Here are the latest updates / bug fix releases.

Serious

  • Higher order gradients for CPU Convolutions have been fixed (regressed in 1.0.0 under MKL-DNN setting) #15686
  • Correct gradients for non-contiguous weights in CPU Convolutions #16301
  • Fix ReLU on CPU Integer Tensors by fixing vec256 inversions #15634
  • Fix bincount for non-contiguous Tensors #15109
  • Fix torch.norm on CPU for large Tensors #15602
  • Fix eq_ to do equality on GPU (was doing greater-equal due to a typo) (#15475)
  • Workaround a CuDNN bug that gave wrong results in certain strided convolution gradient setups
    • blacklist fft algorithms for strided dgrad (#16626)

Correctness

  • Fix cuda native loss_ctc for varying input length (#15798)
    • this avoids NaNs in variable length settings
  • C++ Frontend: Fix serialization (#15033)
    • Fixes a bug where (de-)/serializing a hierarchy of submodules where one submodule doesn’t have any parameters, but its submodules do
  • Fix derivative for mvlgamma (#15049)
  • Fix numerical stability in log_prob for Gumbel distribution (#15878)
  • multinomial: fix detection and drawing of zero probability events (#16075)

Crashes

  • PyTorch binaries were crashing on AWS Lambda and a few other niche systems, stemming from CPUInfo handling certain warnings as errors.

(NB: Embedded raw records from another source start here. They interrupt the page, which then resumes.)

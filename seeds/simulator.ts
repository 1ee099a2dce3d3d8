/**
 * Demo-plant simulator: publishes the invented plant's live readings over MQTT with each
 * gateway's own credentials, continuing the seeded history from now with the generators of
 * `plant-model.ts`. `npm start` runs it unless SIMULATOR=0.
 *
 * - One MQTT client per device (clean session, last will `offline` retained on
 *   `{prefix}/status`, `online` retained on connect, `offline` on a clean stop); mqtt.js
 *   reconnects by itself after a broker restart. While disconnected a gateway keeps its
 *   samples (up to 30 minutes per channel) and sends them as one batch per channel
 *   (`{"samples": […]}`) when it is back — store and forward, as a PLC gateway does.
 * - Ovens every 2 s (setpoint, door, zone 1 and zone 2 air), bath temperature and room every
 *   10 s, viscosity every 60 s, withdrawal speed once per dip stroke (~every 40 s), UV
 *   irradiance and spin speed every 5 s. Single samples are `{"t": <epoch ms>, "v": <number>}`.
 * - Oven cycles run at real length (180-minute soak), so live cure records come out complete;
 *   SIM_FAST_OVENS=1 compresses them to ~25 minutes to watch the phases change (their cure
 *   records are then honestly under-cured). The bath evaporates sixty times faster (one minute
 *   of wall time is one running hour).
 * - In the first minutes: oven A's door opens mid-soak (≈ 8 °C dip), oven B's zone 2
 *   thermocouple stops reporting for 2 minutes, and line 1's viscosity drifts above the
 *   window high (12.5 mm²/s) from about minute 5 until a solvent addition at minute 8 brings
 *   it back.
 *
 * Logs one line per minute. Stop with SIGTERM or SIGINT.
 */
import mqtt, { type MqttClient } from 'mqtt';
import { startProcessMetrics } from '../src/lib/core/process-metrics.ts';
import { deviceTopicPrefix } from '../src/lib/shared/topics.ts';
import { DEMO_DEVICES, DEMO_SITE, demoDevicePassword, demoTopic } from './demo-plant.ts';
import {
  DEMO_OVEN_DYNAMICS,
  DIP_LINES,
  HISTORY_OVEN_DYNAMICS,
  MINUTE_MS,
  OVENS,
  SOAK_MINUTES,
  VISCOSITY_WINDOW_HIGH_MM2_S,
  bathStateAt,
  bathTempC,
  buildPlantModel,
  driftOffset,
  freshLacquerTopUp,
  ovenSampleAt,
  planCycle,
  rngFrom,
  roomRhPct,
  roomTempC,
  seedOf,
  solventTopUp,
  spinSpeed,
  stepBath,
  strokeSpeed,
  uvIrradianceAt,
  viscosityAtTemp,
  viscosityOfSolids,
  viscositySensorReading,
  BATH_RATES,
  solidsForViscosity,
  type BathState,
  type DipLineCode,
  type OvenCode,
  type OvenCycle,
  type OvenCycleKind,
  type OvenTrack,
} from './plant-model.ts';

const secret = process.env['SIM_DEVICE_SECRET'];
if (!secret) {
  console.error('[simulator] SIM_DEVICE_SECRET is not set');
  process.exit(1);
}
const url = process.env['MQTT_URL'] || `mqtt://127.0.0.1:${process.env['MQTT_PORT'] || 1883}`;
// Real-length oven cycles by default, so live cure records are honest (a compressed cycle cannot
// reach the window's equivalent minutes and would fill the queue with cure alarms).
const realTimeOvens = !['1', 'true', 'yes'].includes((process.env['SIM_FAST_OVENS'] ?? '').toLowerCase());
const say = (s: string) => console.log(`[simulator] ${s}`);

/**
 * SIM_SPEED (default 1) runs the plant faster than the wall clock (bench:soak runs it at 20×);
 * SIM_START_MS starts its clock in the past so that a fast run never publishes ahead of now.
 */
const speed = Math.max(1, Number(process.env['SIM_SPEED'] ?? 1) || 1);
const wallStartMs = Date.now();
const startMs = Math.ceil((Number(process.env['SIM_START_MS'] ?? '') || wallStartMs) / 1000) * 1000;
/**
 * The plant's own clock: when this demo plant was first started (SIM_EPOCH_MS, kept by
 * `npm start` in var/). Oven schedules are laid from it, so a restart of the software finds
 * each oven where it would be on the wall clock instead of starting every oven cold (which
 * looked like an aborted cure per oven and restart). The opening story plays only on a fresh plant.
 */
const epochMs = Math.min(startMs, Number(process.env['SIM_EPOCH_MS'] ?? '') || startMs);
const freshPlant = startMs - epochMs < 10 * MINUTE_MS;
const model = buildPlantModel(epochMs);
const rng = rngFrom(seedOf('simulator', startMs));
/** What happened since the last minute line; repeats are counted, not repeated. */
const events = new Map<string, number>();
const note = (s: string) => events.set(s, (events.get(s) ?? 0) + 1);

// ───────────────────────────── gateways ─────────────────────────────

const BUFFER_LIMIT = 900; // samples per channel kept while disconnected (30 min at 2 s)
const BATCH_MAX = 1000;

interface Sample {
  t: number;
  v: number;
}

class Gateway {
  readonly client: MqttClient;
  readonly statusTopic: string;
  private readonly held = new Map<string, Sample[]>();
  private everConnected = false;
  dropped = 0;
  sent = 0;
  /** Samples handed to the broker since start (single and batched), for bench:soak's count. */
  samplesSent = 0;

  constructor(readonly username: string) {
    this.statusTopic = `${deviceTopicPrefix(DEMO_SITE.code, username)}/status`;
    this.client = mqtt.connect(url, {
      username,
      password: demoDevicePassword(secret!, username),
      clientId: `${username}-sim-${process.pid}`, // bound to the credential by the broker
      protocolVersion: 4,
      clean: true,
      reconnectPeriod: 1000,
      connectTimeout: 10_000,
      will: { topic: this.statusTopic, payload: Buffer.from('offline'), qos: 1, retain: true },
    });
    this.client.on('connect', () => {
      this.client.publish(this.statusTopic, 'online', { qos: 1, retain: true });
      this.flush();
      this.everConnected = true;
    });
    this.client.on('error', (e) => note(`${username}: ${e.message}`));
    this.client.on('offline', () => note(`${username} lost the broker; holding samples`));
  }

  publish(asset: string, key: string, t: number, v: number): void {
    const topic = demoTopic(this.username, asset, key);
    if (this.client.connected && !this.held.has(topic)) {
      this.client.publish(topic, JSON.stringify({ t, v }), { qos: 1 });
      this.sent++;
      this.samplesSent++;
      return;
    }
    const list = this.held.get(topic) ?? [];
    list.push({ t, v });
    if (list.length > BUFFER_LIMIT) {
      list.shift();
      this.dropped++;
    }
    this.held.set(topic, list);
  }

  /** Sends what was held while disconnected, one batch per channel. */
  private flush(): void {
    for (const [topic, list] of this.held) {
      for (let i = 0; i < list.length; i += BATCH_MAX) {
        const batch = list.slice(i, i + BATCH_MAX);
        this.client.publish(topic, JSON.stringify({ samples: batch }), { qos: 1 });
        this.sent++;
        this.samplesSent += batch.length;
      }
    }
    if (this.held.size && this.everConnected) note(`${this.username} reconnected and sent what it held`);
    this.held.clear();
  }

  async stop(): Promise<void> {
    if (this.client.connected)
      await this.client.publishAsync(this.statusTopic, 'offline', { qos: 1, retain: true }).catch(() => {});
    await this.client.endAsync().catch(() => {});
  }
}

const gateways = new Map(DEMO_DEVICES.map((d) => [d.username, new Gateway(d.username)]));
const gw = (username: string) => gateways.get(username)!;

// ───────────────────────────── ovens ─────────────────────────────

interface OvenSim {
  track: OvenTrack;
  gateway: Gateway;
  n: number;
  /** This oven's own random stream, seeded by the plant epoch: the same schedule after any restart. */
  rng: ReturnType<typeof rngFrom>;
}

const ovenDyn = realTimeOvens ? HISTORY_OVEN_DYNAMICS : { ...DEMO_OVEN_DYNAMICS, doorOpenTauS: 150 };
const ovens = new Map<OvenCode, OvenSim>(
  OVENS.map((o) => {
    const s = ovenSampleAt(model.ovens[o], epochMs);
    const initialC: [number, number] = [s.zonesC[0] ?? 24, s.zonesC[1] ?? 24];
    return [
      o,
      {
        track: { oven: o, dyn: ovenDyn, cycles: [], initialMs: epochMs, initialC },
        gateway: gw(`gw-${o}`),
        n: 0,
        rng: rngFrom(seedOf(`simulator-${o}`, epochMs)),
      },
    ];
  }),
);

function addCycle(sim: OvenSim, loadStartMs: number, kind: OvenCycleKind): OvenCycle {
  sim.n++;
  const c = planCycle(sim.track, `${sim.track.oven}-live-${sim.n}`, {
    kind,
    loadStartMs,
    loadInS: realTimeOvens ? sim.rng.range(90, 180) : 40,
    soakMinutes: realTimeOvens ? SOAK_MINUTES : 13,
    rampCPerMin: realTimeOvens ? sim.rng.range(2.8, 3.2) : sim.rng.range(18, 20),
    unloadDelayMin: realTimeOvens ? sim.rng.range(0, 10) : 0.3,
    unloadS: realTimeOvens ? sim.rng.range(120, 240) : 40,
    ...(kind === 'door-opened'
      ? {
          midSoakDoor: {
            afterSoakMin: realTimeOvens ? sim.rng.range(30, 120) : sim.rng.range(0.8, 6),
            durationS: realTimeOvens ? 150 : 45,
          },
        }
      : {}),
    ...(kind === 'tc-dropout'
      ? {
          dropout: {
            zone: sim.rng() < 0.5 ? 1 : 2,
            afterSoakMin: realTimeOvens ? sim.rng.range(20, 120) : sim.rng.range(1, 8),
            durationMin: realTimeOvens ? sim.rng.range(20, 40) : 2,
          },
        }
      : {}),
  });
  sim.track.cycles.push(c);
  return c;
}

// The opening trickle: oven A's door mid-soak, oven B's zone 2 thermocouple out for 2 minutes.
{
  const a = ovens.get('oven-a')!;
  const first = addCycle(a, epochMs + 15_000, 'normal');
  first.kind = 'door-opened';
  // Real-length cycles: the door opens in the first minutes while the oven heats (still a cure in progress).
  const doorAt = realTimeOvens ? epochMs + 5 * MINUTE_MS : first.soakStartMs + 0.8 * MINUTE_MS;
  first.doorOpenings.push({ startMs: doorAt, endMs: doorAt + (realTimeOvens ? 150_000 : 45_000), reason: 'mid-soak' });
  first.doorOpenings.sort((x, y) => x.startMs - y.startMs);
  const b = ovens.get('oven-b')!;
  const second = addCycle(b, epochMs + 60_000, 'normal');
  second.kind = 'tc-dropout';
  second.dropouts.push({ zone: 'oven-b-z2', startMs: epochMs + 3 * MINUTE_MS, endMs: epochMs + 5 * MINUTE_MS });
  addCycle(ovens.get('oven-c')!, epochMs + 8 * MINUTE_MS, 'normal');
}

/** Plan this oven's next cycles until one is still running (or not yet begun) at `t`. */
function extendCycles(sim: OvenSim, t: number): void {
  let last = sim.track.cycles.at(-1);
  while (last && t >= last.loadEndMs) {
    const u = sim.rng();
    const kind: OvenCycleKind = u < 0.15 ? 'door-opened' : u < 0.27 ? 'tc-dropout' : 'normal';
    last = addCycle(sim, last.loadEndMs + sim.rng.range(realTimeOvens ? 10 : 1, realTimeOvens ? 40 : 3) * MINUTE_MS, kind);
  }
}
// A restart: lay the schedule from the epoch up to now, so each oven resumes mid-cycle.
for (const sim of ovens.values()) extendCycles(sim, startMs);

function phaseOf(c: OvenCycle | undefined, t: number): string {
  if (!c || t >= c.loadEndMs || t < c.loadStartMs) return 'idle';
  if (t < c.rampStartMs) return 'loading';
  if (t < c.soakStartMs) return 'ramp';
  if (t < c.soakEndMs) return 'soak';
  return 'cool';
}

const lastEvent = new Map<string, string>();
function ovenTick(t: number): void {
  for (const [code, sim] of ovens) {
    extendCycles(sim, t);
    const s = ovenSampleAt(sim.track, t);
    const g = sim.gateway;
    g.publish(code, 'setpoint', t, s.setpointC);
    g.publish(code, 'door', t, s.door);
    s.zonesC.forEach((v, i) => {
      if (v !== null) g.publish(`${code}-z${i + 1}`, 'air-temp', t, Math.round(v * 100) / 100);
    });
    // Note what happens, for the minute's log line.
    const current = sim.track.cycles.find((c) => t >= c.loadStartMs && t < c.loadEndMs);
    const mid = current?.doorOpenings.find((o) => o.reason === 'mid-soak' && t >= o.startMs && t < o.endMs);
    const drop = current?.dropouts.find((d) => t >= d.startMs && t < d.endMs);
    const state = mid ? 'door open during the cure' : drop ? `${drop.zone} thermocouple not reporting` : phaseOf(current, t);
    if (lastEvent.get(code) !== state) {
      lastEvent.set(code, state);
      if (mid || drop) note(`${code}: ${state}`);
    }
  }
}

// ───────────────────────────── dip lines ─────────────────────────────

Updated CPUInfo with relevant fixes.
  • MKL-DNN is now statically built, to avoid conflicts with system versions
  • Allow ReadyQueue to handle empty tasks (#15791)
    • Fixes a segfault with a DataParallel + Checkpoint neural network setting
  • Avoid integer divide by zero error in index_put_ (#14984)
  • Fix for model inference crash on Win10 (#15919) (#16092)
  • Use CUDAGuard when serializing Tensors:
    • Before this change, torch.save and torch.load would initialize the CUDA context on GPU 0 if it hadn’t been initialized already, even if the serialized tensors are only on GPU 1.
  • Fix error with handling scalars and rpow, for example 1 ^^ x, where x is a PyTorch scalar (#16687)
  • Switch to CUDA implementation instead of CuDNN if batch size >= 65536 for affine_grid (#16403)
    • CuDNN crashes when batch size >= 65536
  • [Distributed] TCP init method race condition fix (#15684)
  • [Distributed] Fix a memory leak in Gloo’s CPU backend
  • [C++ Frontend] Fix LBFGS issue around using inplace ops (#16167)
  • [Hub] Fix github branch prefix v (#15552)
  • [Hub] url download bugfix for URLs served without Content-Length header

Performance

  • LibTorch binaries now ship with CuDNN enabled. Without this change, many folks saw significant perf differences while using LibTorch vs PyTorch, this should be fixed now. #14976
  • Make btriunpack work for high dimensional batches and faster than before (#15286)
  • improve performance of unique with inverse indices (#16145)
  • Re-enable OpenMP in binaries (got disabled because of a CMake refactor)

Other

  • create type hint stub files for module torch (#16089)
    • This will restore auto-complete functionality in PyCharm, VSCode etc.
  • Fix sum_to behavior with zero dimensions (#15796)
  • Match NumPy by considering NaNs to be larger than any number when sorting (#15886)
  • Fixes various error message / settings in dynamic weight GRU / LSTMs (#15766)
  • C++ Frontend: Make call operator on module holder call forward (#15831)
  • C++ Frontend: Add the normalize transform to the core library (#15891)
  • Fix bug in torch::load and unpack torch::optim::detail namespace (#15926)
  • Implements Batched upper triangular, lower triangular (#15257)
  • Add torch.roll to documentation (#14880)
  • (better errors) Add backend checks for batch norm (#15955)

JIT

  • Add better support for bools in the graph fuser (#15057)
  • Allow tracing with fork/wait (#15184)
  • improve script/no script save error (#15321)
  • Add self to Python printer reserved words (#15318)
  • Better error when torch.load-ing a JIT model (#15578)
  • fix select after chunk op (#15672)
  • Add script standard library documentation + cleanup (#14912)